Stored items:
▼
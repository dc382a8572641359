/**
 * Catalogue query parameters: parsed strictly, every bad value reported with the parameter's name.
 * Multi-valued filters accept repeated parameters or comma-separated lists.
 */
import { ApiError, type ErrorDetail } from "../../lib/api-error";
import { NULL_MODELS } from "@shared/network/null-models/index";
import { CATALOGUE_PAGE_SIZES } from "@shared/types/catalogue";
import { CONTINENT_CODES } from "../../lib/continents";

/**
 * The null model of the catalogue's z column and z/p filters when the reader names none: fixed degrees
 * (curveball), the primary null of every kind of data, so every network with metrics has it.
 */
export const DEFAULT_CATALOGUE_NULL_MODEL = "curveball";

export const SORT_KEYS = ["accession", "title", "type", "S", "C", "Q", "z", "year", "relevance"] as const;
export type SortKey = (typeof SORT_KEYS)[number];

export interface Range {
  min?: number;
  max?: number;
}

/** An area in degrees (GeoJSON bbox order); `west > east` crosses the antimeridian. */
export interface BoundingBox {
  west: number;
  south: number;
  east: number;
  north: number;
}

export interface CatalogueQuery {
  q?: string;
  interactionType?: string[];
  kind?: string[];
  weighted?: boolean[];
  habitat?: string[];
  country?: string[];
  licence?: string[];
  /** Continent codes (AF, AN, AS, EU, NA, OC, SA), derived from the country code. */
  continent?: string[];
  year: Range;
  nodes: Range;
  connectance: Range;
  Q: Range;
  /** z and p of `nullModel` (one model for the whole column and filter). */
  z: Range;
  p: Range;
  /** Public (generalised) coordinates: latitude in degrees, elevation in metres. */
  latitude: Range;
  elevation: Range;
  bbox?: BoundingBox;
  nullModel: string;
  sort: SortKey;
  order: "asc" | "desc";
  page: number;
  pageSize: number;
}

export const MAX_PAGE_SIZE = CATALOGUE_PAGE_SIZES[CATALOGUE_PAGE_SIZES.length - 1];

/** Every query parameter name the catalogue understands (shared with the OpenAPI document). */
export const CATALOGUE_PARAMS = [
  "q",
  "interactionType",
  "kind",
  "weighted",
  "habitat",
  "country",
  "licence",
  "continent",
  "yearMin",
  "yearMax",
  "nodesMin",
  "nodesMax",
  "connectanceMin",
  "connectanceMax",
  "qMin",
  "qMax",
  "zMin",
  "zMax",
  "pMin",
  "pMax",
  "latitudeMin",
  "latitudeMax",
  "elevationMin",
  "elevationMax",
  "bbox",
  "nullModel",
  "sort",
  "order",
  "page",
  "pageSize",
] as const;

function list(v: unknown): string[] | undefined {
  if (v === undefined) return undefined;
  const arr = Array.isArray(v) ? v : [v];
  const out = arr.flatMap((x) => String(x).split(",")).map((s) => s.trim()).filter(Boolean);
  return out.length ? out : undefined;
}

function scalar(v: unknown): string | undefined {
  if (v === undefined) return undefined;
  if (Array.isArray(v)) return v.length ? String(v[v.length - 1]) : undefined;
  const s = String(v).trim();
  return s === "" ? undefined : s;
}

function nullModelParam(v: string | undefined, errors: ErrorDetail[]): string {
  if (v === undefined) return DEFAULT_CATALOGUE_NULL_MODEL;
  if (!(NULL_MODELS as readonly string[]).includes(v)) {
    errors.push({ path: "nullModel", message: `nullModel must be one of ${NULL_MODELS.join(", ")}, got "${v}".` });
    return DEFAULT_CATALOGUE_NULL_MODEL;
  }
  return v;
}

/** `bbox=west,south,east,north` in degrees (longitudes −180…180, latitudes −90…90, south ≤ north). */
function parseBbox(v: string | undefined, errors: ErrorDetail[]): BoundingBox | undefined {
  if (v === undefined) return undefined;
  const parts = v.split(",").map((s) => Number(s.trim()));
  if (parts.length !== 4 || parts.some((n) => !Number.isFinite(n))) {
    errors.push({ path: "bbox", message: `bbox must be four numbers west,south,east,north in degrees, got "${v}".` });
    return undefined;
  }
  const [west, south, east, north] = parts;
  if ([west, east].some((x) => x < -180 || x > 180) || [south, north].some((y) => y < -90 || y > 90)) {
    errors.push({ path: "bbox", message: `bbox longitudes must lie in −180…180 and latitudes in −90…90, got "${v}".` });
    return undefined;
  }
  if (south > north) {
    errors.push({ path: "bbox", message: `bbox south (${south}) is north of its north (${north}): write west,south,east,north.` });
    return undefined;
  }
  return { west, south, east, north };
}

export function parseCatalogueQuery(raw: Record<string, unknown>): CatalogueQuery {
  const errors: ErrorDetail[] = [];
  for (const key of Object.keys(raw)) {
    if (!(CATALOGUE_PARAMS as readonly string[]).includes(key) && key !== "format") {
      errors.push({ path: key, message: `Unknown parameter "${key}". Known: ${CATALOGUE_PARAMS.join(", ")}.` });
    }
  }
  const number = (name: string, opts: { integer?: boolean; min?: number; max?: number } = {}): number | undefined => {
    const s = scalar(raw[name]);
    if (s === undefined) return undefined;
    const n = Number(s);
    if (!Number.isFinite(n) || (opts.integer && !Number.isInteger(n))) {
      errors.push({ path: name, message: `${name} must be ${opts.integer ? "an integer" : "a number"}, got "${s}".` });
      return undefined;
    }
    if ((opts.min !== undefined && n < opts.min) || (opts.max !== undefined && n > opts.max)) {
      errors.push({ path: name, message: `${name} must be between ${opts.min ?? "-∞"} and ${opts.max ?? "∞"}, got ${n}.` });
      return undefined;
    }
    return n;
  };
  const range = (prefix: string, opts: { integer?: boolean; min?: number; max?: number } = {}): Range => {
    const r: Range = { min: number(`${prefix}Min`, opts), max: number(`${prefix}Max`, opts) };
    if (r.min !== undefined && r.max !== undefined && r.min > r.max) {
      errors.push({ path: `${prefix}Min`, message: `${prefix}Min (${r.min}) is greater than ${prefix}Max (${r.max}): no network could match. Swap them or change one.` });
    }
    return r;
  };

  const weightedRaw = list(raw.weighted);
  const weighted = weightedRaw?.map((w) => {
    if (w === "true" || w === "1") return true;
    if (w === "false" || w === "0") return false;
    errors.push({ path: "weighted", message: `weighted must be true or false, got "${w}".` });
    return false;
  });
  const kind = list(raw.kind);
  for (const k of kind ?? []) {
    if (k !== "bipartite" && k !== "unipartite") errors.push({ path: "kind", message: `kind must be bipartite or unipartite, got "${k}".` });
  }
  const sortRaw = scalar(raw.sort);
  if (sortRaw !== undefined && !(SORT_KEYS as readonly string[]).includes(sortRaw)) {
    errors.push({ path: "sort", message: `sort must be one of ${SORT_KEYS.join(", ")}, got "${sortRaw}".` });
  }
  const orderRaw = scalar(raw.order);
  if (orderRaw !== undefined && orderRaw !== "asc" && orderRaw !== "desc") {
    errors.push({ path: "order", message: `order must be asc or desc, got "${orderRaw}".` });
  }
  const continent = list(raw.continent)?.map((c) => c.toUpperCase());
  for (const c of continent ?? []) {
    if (!CONTINENT_CODES.includes(c)) errors.push({ path: "continent", message: `continent must be one of ${CONTINENT_CODES.join(", ")}, got "${c}".` });
  }
  const bbox = parseBbox(scalar(raw.bbox), errors);
  const q = scalar(raw.q);
  if (q !== undefined && q.length > 200) errors.push({ path: "q", message: "q is longer than 200 characters." });

  const result: CatalogueQuery = {
    q,
    interactionType: list(raw.interactionType),
    kind,
    weighted,
    habitat: list(raw.habitat),
    country: list(raw.country)?.map((c) => c.toUpperCase()),
    licence: list(raw.licence),
    year: range("year", { integer: true, min: 1000, max: 3000 }),
    nodes: range("nodes", { integer: true, min: 0 }),
    connectance: range("connectance", { min: 0, max: 1 }),
    Q: range("q"),
    z: range("z"),
    p: range("p", { min: 0, max: 1 }),
    latitude: range("latitude", { min: -90, max: 90 }),
    elevation: range("elevation", { min: -500, max: 9000 }),
    continent,
    bbox,
    nullModel: nullModelParam(scalar(raw.nullModel), errors),
    sort: (sortRaw as SortKey | undefined) ?? (q ? "relevance" : "accession"),
    order: (orderRaw as "asc" | "desc" | undefined) ?? (sortRaw === undefined && q ? "desc" : "asc"),
    page: number("page", { integer: true, min: 1 }) ?? 1,
    pageSize: number("pageSize", { integer: true, min: 1, max: MAX_PAGE_SIZE }) ?? 25,
  };
  if (errors.length) throw ApiError.badRequest("Some catalogue parameters are not valid.", errors);
  return result;
}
▲
Look above for the line containing "const r: Range" and the line containing "for (const c". Transcribe both, with the lines between them, exactly.

Reply to the exercise:
    const r: Range = { min: number(`${prefix}Min`, opts), max: number(`${prefix}Max`, opts) };
    if (r.min !== undefined && r.max !== undefined && r.min > r.max) {
      errors.push({ path: `${prefix}Min`, message: `${prefix}Min (${r.min}) is greater than ${prefix}Max (${r.max}): no network could match. Swap them or change one.` });
    }
    return r;
  };

  const weightedRaw = list(raw.weighted);
  const weighted = weightedRaw?.map((w) => {
    if (w === "true" || w === "1") return true;
    if (w === "false" || w === "0") return false;
    errors.push({ path: "weighted", message: `weighted must be true or false, got "${w}".` });
    return false;
  });
  const kind = list(raw.kind);
  for (const k of kind ?? []) {
    if (k !== "bipartite" && k !== "unipartite") errors.push({ path: "kind", message: `kind must be bipartite or unipartite, got "${k}".` });
  }
  const sortRaw = scalar(raw.sort);
  if (sortRaw !== undefined && !(SORT_KEYS as readonly string[]).includes(sortRaw)) {
    errors.push({ path: "sort", message: `sort must be one of ${SORT_KEYS.join(", ")}, got "${sortRaw}".` });
  }
  const orderRaw = scalar(raw.order);
  if (orderRaw !== undefined && orderRaw !== "asc" && orderRaw !== "desc") {
    errors.push({ path: "order", message: `order must be asc or desc, got "${orderRaw}".` });
  }
  const continent = list(raw.continent)?.map((c) => c.toUpperCase());
  for (const c of continent ?? []) {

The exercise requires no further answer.